Mauger Florence, Tost Jörg
Laboratory for Epigenetics & Environment, Centre National de Recherche en Génomique Humaine, CEA-Institut de Biologie François Jacob, Evry, France.
Bio Protoc. 2019 Dec 5;9(23):e3452. doi: 10.21769/BioProtoc.3452.
In the context of precision medicine, the identification of novel biomarkers for the diagnosis of disease, prognosis, predicting treatment outcome and monitoring of treatment success is of great importance. The analysis of methylated circulating-cell free DNA provides great promise to complement or replace genetic markers for these applications, but is associated with substantial challenges. This is particularly true for the detection of rare methylated DNA molecules in a limited amount of sample such as tumor released hypermethylated molecules in the background of DNA fragments from normal cells, especially lymphocytes. Technologies for the sensitive detection of DNA methylation have been developed to enrich specifically methylated DNA or unmethylated DNA using among other methods: enzymatic digestion, methylation-specific PCR (often combined with TaqMan like oligonucleotide probes (MethyLight)) and co-amplification at lower denaturation temperature PCR (COLD-PCR). E--COLD-PCR (Enhanced-improved and complete enrichment-COLD-PCR) is a sensitive method that takes advantage of a Locked Nucleic Acid (LNA)-containing oligonucleotide probe to block specifically unmethylated CpG sites allowing the strong enrichment of low-abundant methylated CpG sites from a limited quantity of input. E--COLD-PCRs are performed on bisulfite-converted DNA followed by Pyrosequencing analysis. The quantification of the initially present DNA methylation level is obtained using calibration curves of methylated and unmethylated DNA. The E--COLD-PCR reactions can be multiplexed, allowing the analysis and quantification of the DNA methylation level of several target genes.
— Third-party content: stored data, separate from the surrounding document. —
DECISION_EXPLAINED = (
    "How to read the verdicts. A test condition (depth, flow, temperature, duration and the "
    "like) that is not held makes the run invalid for the specimens in it: the test is "
    "repeated as a new run, and the product is not judged on it, unless a deviation accepted "
    "by an authorised approver covers it. A product criterion (ingress, function, insulation, "
    "leak, corrosion, failures) that is not met fails that specimen only. A claim is met when "
    "every run it rests on passed, not met when one of its specimens failed, and not "
    "evaluated otherwise. Under guarded acceptance the acceptance limit lies inside the "
    "specification limit by w = r x U, U the expanded uncertainty for a coverage probability "
    "of about 95 % (k = 2 unless stated): inside the acceptance limit is a pass; between the "
    "acceptance and specification limits a conditional pass (compliance likely but not shown "
    "with that probability); beyond the specification limit by up to w a conditional fail; "
    "further a fail."
)


def _conformity(roll: dict[str, Any]) -> list[Row]:
    """One row per declared claim: claim, statement, the runs it rests on or why not."""
    return [
        Row(
            [c["claim"], c["status"], ", ".join(c["runs"]) or "-", c["reason"] or "-"],
            outcome=c["status"],
        )
        for c in roll.get("claims", [])
    ]


def _deviation_lines(data: ReportData) -> list[str]:
    """Every deviation of the campaign, one line each, and each invalidated run."""
    out = []
    for r in data.runs:
        for d, who in r.deviations:
            covers = f"; accepts {d.criterion_key}" if d.criterion_key else ""
            out.append(
                f"{r.run.key}: {d.description} (reason: {d.reason}; approved by "
                f"{who.initials}{covers})"
            )
        if r.run.invalid_reason:
            out.append(f"{r.run.key}: invalid, {r.run.invalid_reason}")
    return out


NO_EDITION = "no edition: the laboratory's own method, with the statistics the plan states"

# Fields that hold markup or data, never prose.
NOT_TEXT = frozenset({"svg", "data_uri", "calendar_svg", "as_run_svg", "sha256", "keep_whole"})


def _svg(data: bytes) -> str:
    text = data.decode()
    return text[text.index("<svg") :]


def _as_run(data: ReportData) -> str | None:
    """The as-run calendar: every run started, from its real start to its finish."""
    from testplan.report.chart import as_run_chart

    runs = [
        {
            "key": r.run.key,
            "facility": r.run.facility,
            "start": r.run.started_at,
            "end": r.run.finished_at,
        }
        for r in data.runs
        if r.run.started_at is not None
    ]
    if not runs:
        return None
    return _svg(as_run_chart(runs, "Calendar as carried out (real start and finish of each run)"))


def _amendment(data: ReportData) -> tuple[str | None, list[str]]:
    """The amendment that opened this revision, in one line, and what changed since."""
    found = data.extras.get("changes")
    if found is None:
        return None, []
    line = (
        f"Revision {found.revision} amends revision {found.revision - 1}: {found.reason} "
        f"(requested by {found.requested_by} on {found.at})"
    )
    return line, list(found.lines) or ["no record changed"]


def _typeset(value: Any) -> Any:
    """``si_text`` applied to every prose string of a context, in place where it can be."""
    import dataclasses

    if isinstance(value, str):
        return si_text(value)
    if isinstance(value, list):
        return [_typeset(v) for v in value]
    if isinstance(value, tuple):
        return tuple(_typeset(v) for v in value)
    if dataclasses.is_dataclass(value) and not isinstance(value, type):
        for f in dataclasses.fields(value):
            if f.name not in NOT_TEXT:
                setattr(value, f.name, _typeset(getattr(value, f.name)))
    return value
In contrast to the above-mentioned assays, E--COLD-PCR will also perform in the presence of frequently occurring heterogeneous DNA methylation patterns at the target sites. The presented protocol describes the development of an E--COLD-PCR assay including assay design, optimization of E--COLD-PCR conditions including annealing temperature, critical temperature and concentration of LNA blocker probe followed by Pyrosequencing analysis.
在精准医学背景下,鉴定用于疾病诊断、预后评估、预测治疗结果及监测治疗成功与否的新型生物标志物至关重要。甲基化循环游离DNA的分析为补充或替代这些应用中的遗传标志物带来了巨大希望,但也伴随着诸多重大挑战。对于在有限样本量中检测罕见的甲基化DNA分子而言尤其如此,比如在来自正常细胞(尤其是淋巴细胞)的DNA片段背景下肿瘤释放的高甲基化分子。已开发出用于灵敏检测DNA甲基化的技术,可使用多种方法特异性富集甲基化DNA或未甲基化DNA,这些方法包括:酶切、甲基化特异性PCR(通常与TaqMan类似的寡核苷酸探针(MethyLight)结合)以及低温变性温度PCR共扩增(COLD-PCR)。E-COLD-PCR(增强改进型完全富集COLD-PCR)是一种灵敏的方法,它利用含锁核酸(LNA)的寡核苷酸探针特异性阻断未甲基化的CpG位点,从而能够从有限量的输入样本中强力富集低丰度的甲基化CpG位点。E-COLD-PCR是在亚硫酸氢盐转化的DNA上进行,随后进行焦磷酸测序分析。使用甲基化和未甲基化DNA的校准曲线来获得初始存在的DNA甲基化水平的定量。E-COLD-PCR反应可以进行多重分析,从而能够分析和定量多个靶基因的DNA甲基化水平。与上述检测方法不同,E-COLD-PCR在靶位点存在频繁出现的异质性DNA甲基化模式时也能发挥作用。本文介绍的方案描述了E-COLD-PCR检测方法的开发,包括检测方法设计、E-COLD-PCR条件的优化,如退火温度、临界温度和LNA阻断探针的浓度,随后进行焦磷酸测序分析。